Two review authors (DN and JK) independently assessed the quality of evidence for each of the outcomes above. We considered evidence from randomised controlled trials (RCTs) as high quality but downgraded the evidence one level for serious (or two levels for very serious) limitations based upon the following: design (risk of bias), consistency across studies, directness of evidence, precision of estimates, and presence of publication bias. We used the GRADEpro Guideline Development Tool to create Summary of findings table 1 to report the quality of evidence (GRADEpro GDT).

The GRADE approach yields an assessment of the quality of a body of evidence using one of four grades.

• High: we are very confident that the true effect lies close to that of the estimate of the effect.

• Moderate: we are moderately confident in the effect estimate: the true effect is likely to be close to the estimate of the effect, but there is a possibility that it is substantially different.

• Low: our confidence in the effect estimate is limited: the true effect may be substantially different from the estimate of the effect.

• Very low: we have very little confidence in the effect estimate: the true effect is likely to be substantially different from the estimate.

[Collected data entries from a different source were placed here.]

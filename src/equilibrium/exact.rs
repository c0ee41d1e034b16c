//! A table of rows over a basis in exact integers, and the exchange of one basis row
//! for another.
//!
//! The table holds `D·α`, where row `i` is `Σ_j α_ij · basis_j` and `D > 0` is common
//! to the whole table. An exchange keeps all of it in integers (every entry is a minor
//! of the first table), so that no rounding ever enters the change of basis.

use num_bigint::BigInt;
use num_integer::Integer;
use num_traits::{CheckedMul, CheckedSub, Signed, ToPrimitive};

/// The integers a table can be made of: machine words, or big ones when those overflow.
pub(super) trait Exact:
    Clone + PartialEq + Integer + Signed + CheckedMul + CheckedSub + ToPrimitive + From<i64>
{
    /// The nearest `f64`; infinite past its range.
    fn approximate(&self) -> f64;

    /// Whether negation and magnitude are safe.
    fn fits(&self) -> bool;

    fn less(&self, product: &Self) -> Result<Self, Overflow> {
        self.checked_sub(product).filter(Exact::fits).ok_or(Overflow)
    }

    fn times(&self, factor: &Self) -> Result<Self, Overflow> {
        self.checked_mul(factor).filter(Exact::fits).ok_or(Overflow)
    }
}

impl Exact for i64 {
    fn approximate(&self) -> f64 {
        *self as f64
    }

    fn fits(&self) -> bool {
        *self != i64::MIN
    }
}

impl Exact for BigInt {
    fn approximate(&self) -> f64 {
        self.to_f64().unwrap_or(f64::INFINITY)
    }

    fn fits(&self) -> bool {
        true
    }
}

/// An entry no longer fits the integers of the table. The table is then in pieces and
/// must be made anew with bigger ones.
#[derive(Debug)]
pub(super) struct Overflow;

#[derive(Clone, Debug)]
pub(super) struct Table<I> {
    width: usize,
    entries: Vec<I>,
    denominator: I,
    /// The pivot row's non-zero slots, kept between exchanges.
    scratch: Vec<(usize, I)>,
}

impl<I: Exact> Table<I> {
    /// Rows of `width` integers, over the basis of unit rows.
    pub fn new(width: usize, entries: Vec<I>) -> Self {
        Self { width, entries, denominator: I::one(), scratch: Vec::new() }
    }

    pub fn is_zero(&self, row: usize, slot: usize) -> bool {
        self.entries[row * self.width + slot].is_zero()
    }

    /// Whether a coefficient is one or minus one.
    pub fn is_unit(&self, row: usize, slot: usize) -> bool {
        self.entries[row * self.width + slot].abs() == self.denominator
    }

    /// The coefficient as the nearest `f64`.
    pub fn value(&self, row: usize, slot: usize) -> f64 {
        let entry = self.entries[row * self.width + slot].approximate();
        if self.denominator.is_one() { entry } else { entry / self.denominator.approximate() }
    }

    /// Every coefficient of a row that is not zero, with its slot.
    pub fn each(&self, row: usize, mut take: impl FnMut(usize, f64)) {
        let whole = self.denominator.is_one();
        let denominator = self.denominator.approximate();
        let row = &self.entries[row * self.width..(row + 1) * self.width];
        for (slot, entry) in row.iter().enumerate() {
            if !entry.is_zero() {
                let entry = entry.approximate();
                take(slot, if whole { entry } else { entry / denominator });
            }
        }
    }

    /// The coefficient times [`Self::denominator`].
    pub fn numerator(&self, row: usize, slot: usize) -> f64 {
        self.entries[row * self.width + slot].approximate()
    }

    pub fn denominator(&self) -> f64 {
        self.denominator.approximate()
    }

    /// Puts the columns in another order: slot `s` becomes what `columns[s]` was.
    pub fn reorder(&mut self, columns: &[usize]) {
        let width = self.width;
        let mut line = Vec::with_capacity(width);
        for row in self.entries.chunks_exact_mut(width) {
            line.clear();
            line.extend(columns.iter().map(|&from| row[from].clone()));
            row.clone_from_slice(&line);
        }
    }

    /// Puts `row` into the basis at `slot`, where its coefficient must not be zero.
    pub fn exchange(&mut self, row: usize, slot: usize) -> Result<(), Overflow> {
        let width = self.width;
        let pivot = self.entries[row * width + slot].clone();
        debug_assert!(!pivot.is_zero());
        let negative = pivot.is_negative();
        let size = pivot.abs();
        let mut scratch = std::mem::take(&mut self.scratch);
        scratch.clear();
        for (j, entry) in self.entries[row * width..(row + 1) * width].iter().enumerate() {
            if j != slot && !entry.is_zero() {
                scratch.push((j, entry.clone()));
            }
        }
        let plain = size == self.denominator;
        let old = std::mem::replace(&mut self.denominator, size.clone());
        for (i, target) in self.entries.chunks_exact_mut(width).enumerate() {
            if i == row {
                continue;
            }
            let factor = target[slot].clone();
            if plain {
                // |pivot| = D: the row changes only where the pivot row is not zero.
                if factor.is_zero() {
                    continue;
                }
                let factor = if negative { -factor } else { factor };
                for (j, entry) in &scratch {
                    let product = factor.times(entry)?;
                    let product = if old.is_one() { product } else { product / old.clone() };
                    target[*j] = target[*j].less(&product)?;
                }
                target[slot] = factor;
                continue;
            }
            for (j, entry) in target.iter_mut().enumerate() {
                if j != slot && !entry.is_zero() {
                    *entry = entry.times(&size)?;
                }
            }
            let factor = if negative { -factor } else { factor };
            if !factor.is_zero() {
                for (j, entry) in &scratch {
                    let product = factor.times(entry)?;
                    target[*j] = target[*j].less(&product)?;
                }
            }
            if !old.is_one() {
                for (j, entry) in target.iter_mut().enumerate() {
                    if j != slot && !entry.is_zero() {
                        *entry = entry.clone() / old.clone();
                    }
                }
            }
            target[slot] = factor;
        }
        for (j, entry) in self.entries[row * width..(row + 1) * width].iter_mut().enumerate() {
            *entry = if j == slot { size.clone() } else { I::zero() };
        }
        self.scratch = scratch;
        Ok(())
    }
}

#[cfg(test)]
mod tests {
    use super::*;

    #[test]
    fn an_exchanged_table_still_gives_every_row() {
        let rows: Vec<Vec<i64>> = vec![
            vec![1, 0, 0],
            vec![-1, 2, 0],
            vec![2, 1, -3],
            vec![0, 4, 1],
            vec![1, 0, 0],
            vec![0, 1, 0],
            vec![0, 0, 1],
        ];
        let mut table = Table::new(3, rows.concat());
        let mut basis = [4, 5, 6];
        for (row, slot) in [(2, 2), (3, 1), (1, 0), (0, 1), (4, 2)] {
            if table.is_zero(row, slot) {
                continue;
            }
            assert!(table.exchange(row, slot).is_ok());
            basis[slot] = row;
            for (i, row) in rows.iter().enumerate() {
                for l in 0..3 {
                    let sum: f64 =
                        (0..3).map(|s| table.numerator(i, s) * rows[basis[s]][l] as f64).sum();
                    assert_eq!(sum, row[l] as f64 * table.denominator());
                }
            }
        }
    }
}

Subgroup analysis and investigation of heterogeneity

We planned subgroup analyses by:

• gestational age at birth: very preterm (less than 32 weeks' gestation) infants versus infants born at 32 weeks' gestation or later;

• indication (for therapeutic use): post surgery versus post necrotising enterocolitis versus feeding intolerance or gastro‐oesophageal reflux; and

• extent of protein hydrolysis (as defined by manufacturers): extensively versus partially hydrolysed formula.

Sensitivity analysis

We planned to perform sensitivity analyses to determine if findings were affected by including only studies using adequate methods (low risk of bias), defined as adequate randomisation and allocation concealment, blinding of intervention and measurement, and less than 10% loss to follow‐up.